A l’intersection des sentiers conduisant vers mon but je décidai de prendre le
plus direct mais aussi le plus pentu : droit devant. Je pressai un peu le
pas car j’apercevais à travers les branchages sur ma droite, un disque rouge
monter doucement dans le ciel. J’eus vite le souffle court, tandis que le
chien, malgré ses soixante-dix ans me défiait à son tour, trente mètres devant
moi, n’oubliant pas mes moqueries du petit matin. Au premier point de vue, je
fis une pause, me réjouissant devant cet avant goût de contemplation qui
m’attendait quelques dizaines de mètres plus haut. Cependant, je restai
prudemment à l’écoute de mon corps, pensant que par les temps qui courent, vaut
mieux être à l’écoute de soi-même qu’à l’écoute des infos. Et je me suis remis
en route. Au sommet, un petit vent frais me fit relever mon col, et je restai
muet devant le spectacle. A l’Est, s’élevant derrière les collines, le disque
avait viré à l’orange, et commençait à dissiper les brumes de la plaine de
Limagne que l’on apercevait très loin, bien blottie entre notre relief et les
monts du Forez encore noyés dans un léger voile de brume bleue. A mes pieds, le
village, toujours plongé dans l’ombre des collines, s’éveillait timidement. Sur
ma gauche les près du plateau libéraient une brume grise et mouvante qui
semblait se glisser d’un champ à l’autre selon son exposition au soleil.

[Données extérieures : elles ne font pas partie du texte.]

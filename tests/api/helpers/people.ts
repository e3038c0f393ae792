import { randomUUID } from 'node:crypto';
import type { Role } from '../../../shared/schemas/workspace.ts';
import { hashPassword } from '../../../server/auth/password.ts';
import { CSRF_COOKIE, CSRF_HEADER, csrfNonce, makeCsrfToken } from '../../../server/auth/csrf.ts';
import { issueSessionToken, SESSION_COOKIE } from '../../../server/auth/session.ts';
import type { Db } from '../../../server/db/database.ts';
import type { TestApp } from './test-app.ts';

/** Every test user has this password (hashed once per process: scrypt is deliberately slow). */
export const TEST_PASSWORD = 'test-password-0123';
let hashed: Promise<string> | undefined;
const testPasswordHash = () => (hashed ??= hashPassword(TEST_PASSWORD));

export interface TestUser {
  id: string;
  email: string;
  name: string;
  password: string;
}

let counter = 0;
/** A unique address for this process. */
export function uniqueEmail(prefix = 'person'): string {
  counter += 1;
  return `${prefix}.${counter}.${randomUUID().slice(0, 6)}@ridewright.test`;
}

/** Inserts a user straight into the database (no HTTP, no audit entry), address confirmed unless `unconfirmed`. */
export async function createUser(db: Db, init: Partial<Omit<TestUser, 'id' | 'password'>> & { unconfirmed?: boolean } = {}): Promise<TestUser> {
  const user = { id: randomUUID(), email: init.email ?? uniqueEmail(), name: init.name ?? `Test Person ${counter}`, password: TEST_PASSWORD };
  await db
    .insertInto('user')
    .values({
      id: user.id,
      email: user.email,
      name: user.name,
      password_hash: await testPasswordHash(),
      session_version: 0,
      created_at: new Date().toISOString(),
      email_verified_at: init.unconfirmed ? null : new Date().toISOString(),
    })
    .execute();
  return user;
}

export async function createWorkspace(db: Db, name = 'Test workspace'): Promise<string> {
  const id = randomUUID();
  await db.insertInto('workspace').values({ id, name, created_at: new Date().toISOString() }).execute();
  return id;
}

export async function addMember(db: Db, workspaceId: string, userId: string, role: Role): Promise<void> {
  await db.insertInto('membership').values({ workspace_id: workspaceId, user_id: userId, role, created_at: new Date().toISOString() }).execute();
}

/** Headers for a signed-out caller that passes the CSRF check: a server-signed token as cookie and header. */
export function anonymousHeaders(t: Pick<TestApp, 'deps'>): Record<string, string> {
  const csrf = makeCsrfToken(t.deps.secret);
  return { Cookie: `${CSRF_COOKIE}=${csrf}`, [CSRF_HEADER]: csrf };
}

/**
 * Headers for a signed-in caller: a session token minted for the user's current session
 * version (so it stays valid after earlier cells signed out or changed a password) plus CSRF.
 */
export async function sessionHeaders(t: Pick<TestApp, 'db' | 'deps'>, userId: string): Promise<Record<string, string>> {
  const row = await t.db.selectFrom('user').select('session_version').where('id', '=', userId).executeTakeFirstOrThrow();
  const csrf = makeCsrfToken(t.deps.secret);
  const nonce = csrfNonce(t.deps.secret, csrf) ?? '';
  const token = await issueSessionToken(t.deps.secret, { userId, sessionVersion: row.session_version, csrf: nonce }, t.deps.clock());
  return { Cookie: `${SESSION_COOKIE}=${token}; ${CSRF_COOKIE}=${csrf}`, [CSRF_HEADER]: csrf };
}
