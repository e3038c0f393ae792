import { setupKey, setupPath } from '../../../lib/queries/setups.ts';

/** Dyno files sit under the setup's key prefix, so a setup refresh refreshes them too. */
export const dynoFilesKey = (workspaceId: string, setupId: string) => [...setupKey(workspaceId, setupId), 'dyno-files'] as const;
export const dynoFilesPath = (workspaceId: string, setupId: string) => `${setupPath(workspaceId, setupId)}/dyno-files`;
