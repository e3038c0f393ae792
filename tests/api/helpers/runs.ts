import { randomUUID } from 'node:crypto';
import { readFileSync } from 'node:fs';
import type { Road, RoadInput } from '../../../shared/schemas/road.ts';
import type { SaveRunInputIn } from '../../../shared/schemas/run-record.ts';
import { Setup, type SetupInput } from '../../../shared/schemas/setup.ts';
import { toStoredSpectra, toStoredTraces } from '../../../shared/runs/stored-run.ts';
import { computeSpectra } from '../../../shared/sim/metrics/compute-metrics.ts';
import { runCorner } from '../../../shared/sim/run-corner.ts';
import type { Db } from '../../../server/db/database.ts';

/** The invented example corner shipped in examples/ (Brume Pipit front). */
export function exampleSetup(): SetupInput {
  return JSON.parse(readFileSync(new URL('../../../examples/pipit-front.setup.json', import.meta.url), 'utf8')) as SetupInput;
}

export const shortRoad: RoadInput = { kind: 'iso8608', name: 'Class C test stretch', class: 'C', seed: 7 };

export interface SetupFixture {
  setupId: string;
  revisionIds: string[];
}

/**
 * A setup with one revision per document, inserted straight into the tables the setups feature
 * owns (no HTTP, no audit entry), so run tests do not depend on the setups routes.
 */
export async function insertSetup(db: Db, workspaceId: string, authorId: string, documents: SetupInput[]): Promise<SetupFixture> {
  const setupId = randomUUID();
  const now = new Date().toISOString();
  const name = Setup.parse(documents[0]).name;
  await db
    .insertInto('setup')
    .values({ id: setupId, workspace_id: workspaceId, name, vehicle_id: null, corner: null, created_by: authorId, created_at: now, updated_by: authorId, updated_at: now, archived_at: null })
    .execute();
  const revisionIds: string[] = [];
  for (const [i, doc] of documents.entries()) {
    const id = randomUUID();
    revisionIds.push(id);
    await db
      .insertInto('setup_revision')
      .values({ id, setup_id: setupId, number: i + 1, document: JSON.stringify(Setup.parse(doc)), message: `revision ${i + 1}`, author_id: authorId, created_at: now, source: null })
      .execute();
  }
  return { setupId, revisionIds };
}

const cache = new Map<string, SaveRunInputIn>();

/**
 * A complete save body for `setup` on `road`: the run is computed with the same code the browser
 * worker calls (cached per input, a short run keeps the tests quick).
 */
export function saveBody(fixture: { setupId: string; revisionNumber: number }, setup: SetupInput, opts: { road?: RoadInput; speed?: number; duration?: number; name?: string } = {}): SaveRunInputIn {
  const road = opts.road ?? shortRoad;
  const speed = opts.speed ?? 20;
  const duration = opts.duration ?? 6;
  const key = JSON.stringify([setup, road, speed, duration]);
  let base = cache.get(key);
  if (!base) {
    const outcome = runCorner({ setup, road, speed, duration });
    if (!outcome.ok) throw new Error(`test run failed: ${outcome.reason}`);
    const spectra = computeSpectra(outcome.trace, { settleTime: outcome.result.settleTime });
    base = {
      name: 'Test run',
      setupId: '',
      revisionNumber: 1,
      setup,
      road: road as Road,
      speed,
      duration,
      result: outcome.result,
      traces: toStoredTraces(outcome.trace, outcome.result.settleTime),
      spectra: toStoredSpectra(spectra),
    };
    cache.set(key, base);
  }
  return { ...base, name: opts.name ?? base.name, setupId: fixture.setupId, revisionNumber: fixture.revisionNumber };
}
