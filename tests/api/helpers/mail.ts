import type { Db } from '../../../server/db/database.ts';
import { insertionOrder } from '../../../server/db/dialect.ts';
import type { OutboxMessageRow } from '../../../server/mail/outbox.tables.ts';

/**
 * The newest message the sink stored for `to` (optionally with a subject containing `subject`).
 * Polls because some mail (password reset) is sent after the response; gives up after `waitMs`.
 */
export async function waitForMail(db: Db, to: string, subject?: string, waitMs = 10_000): Promise<OutboxMessageRow> {
  const until = Date.now() + waitMs;
  for (;;) {
    let q = db.selectFrom('outbox_message').selectAll().where('to_address', 'like', `%${to}%`);
    if (subject) q = q.where('subject', 'like', `%${subject}%`);
    const row = await q.orderBy('received_at', 'desc').orderBy(insertionOrder(db, 'outbox_message'), 'desc').executeTakeFirst();
    if (row) return row;
    if (Date.now() > until) throw new Error(`no mail to ${to}${subject ? ` about "${subject}"` : ''} within ${waitMs} ms`);
    await new Promise((r) => setTimeout(r, 25));
  }
}

export async function mailCount(db: Db, to: string): Promise<number> {
  const row = await db.selectFrom('outbox_message').select((eb) => eb.fn.countAll<number>().as('n')).where('to_address', 'like', `%${to}%`).executeTakeFirstOrThrow();
  return Number(row.n);
}

/** The first link in the text that starts with `prefix`, and the token after it. */
export function linkIn(text: string, prefix: string): { link: string; token: string } {
  const escaped = prefix.replace(/[.*+?^${}()|[\]\\]/g, '\\$&');
  const m = new RegExp(`${escaped}([A-Za-z0-9_-]+)`).exec(text);
  if (!m) throw new Error(`no link starting ${prefix} in:\n${text}`);
  return { link: m[0], token: m[1] };
}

Le
disque devint blanc, d’une blancheur aveuglante qui commençait à siniser sur
les premières maisons entourant le bourg. Et doucement, comme une vague
inquiétante, la lumière glissa vers le centre. Cela pris de longues minutes.
Plus sur la gauche un voile de brume s’éleva au-dessus des habitations et resta
suspendu, formant un arc de cercle sur les chaumières endormies, comme maintenu
par des fils invisibles venant du ciel. Je jetai un œil vers cette vague
éclatante déferlant vers le centre du bourg, puis je regardais la situation de
l’église. Je regardai l’heure, 7h moins 5 minutes. Je m’interrogeai sur cette
coïncidence ou non de cette situation. Et croyez moi ou pas, mais quand sonna
l’Angélus, la lumière a atteint l’église, éclairant du même coup la plus grande
partie du village. Je tournai le dos, repus d’images et de pensées et amorçai
notre descente. Pyrus qui s’impatientait depuis un moment repris sa course sur
le sentier, le museau collé au sol. Nous avons entendu un craquement de
branches en contre-bas, sans rien apercevoir. Un peu plus loin, je vis le chien
partir dans une course folle, ayant aperçu sans doute un animal qui m’était
caché. Puis nous avons entendu un brame caractéristique dans le fond de la
forêt. J’eus bien du mal à calmer la boule de poil, décidément encore bien
fringuant pour son âge. Nous n’avons pas entendu le chien fou aboyer en passant
devant chez lui. Sans doute assommé par une porte de garage trop solide. La vie
reprenait dans le village. J'avais oublié mon appareil photo.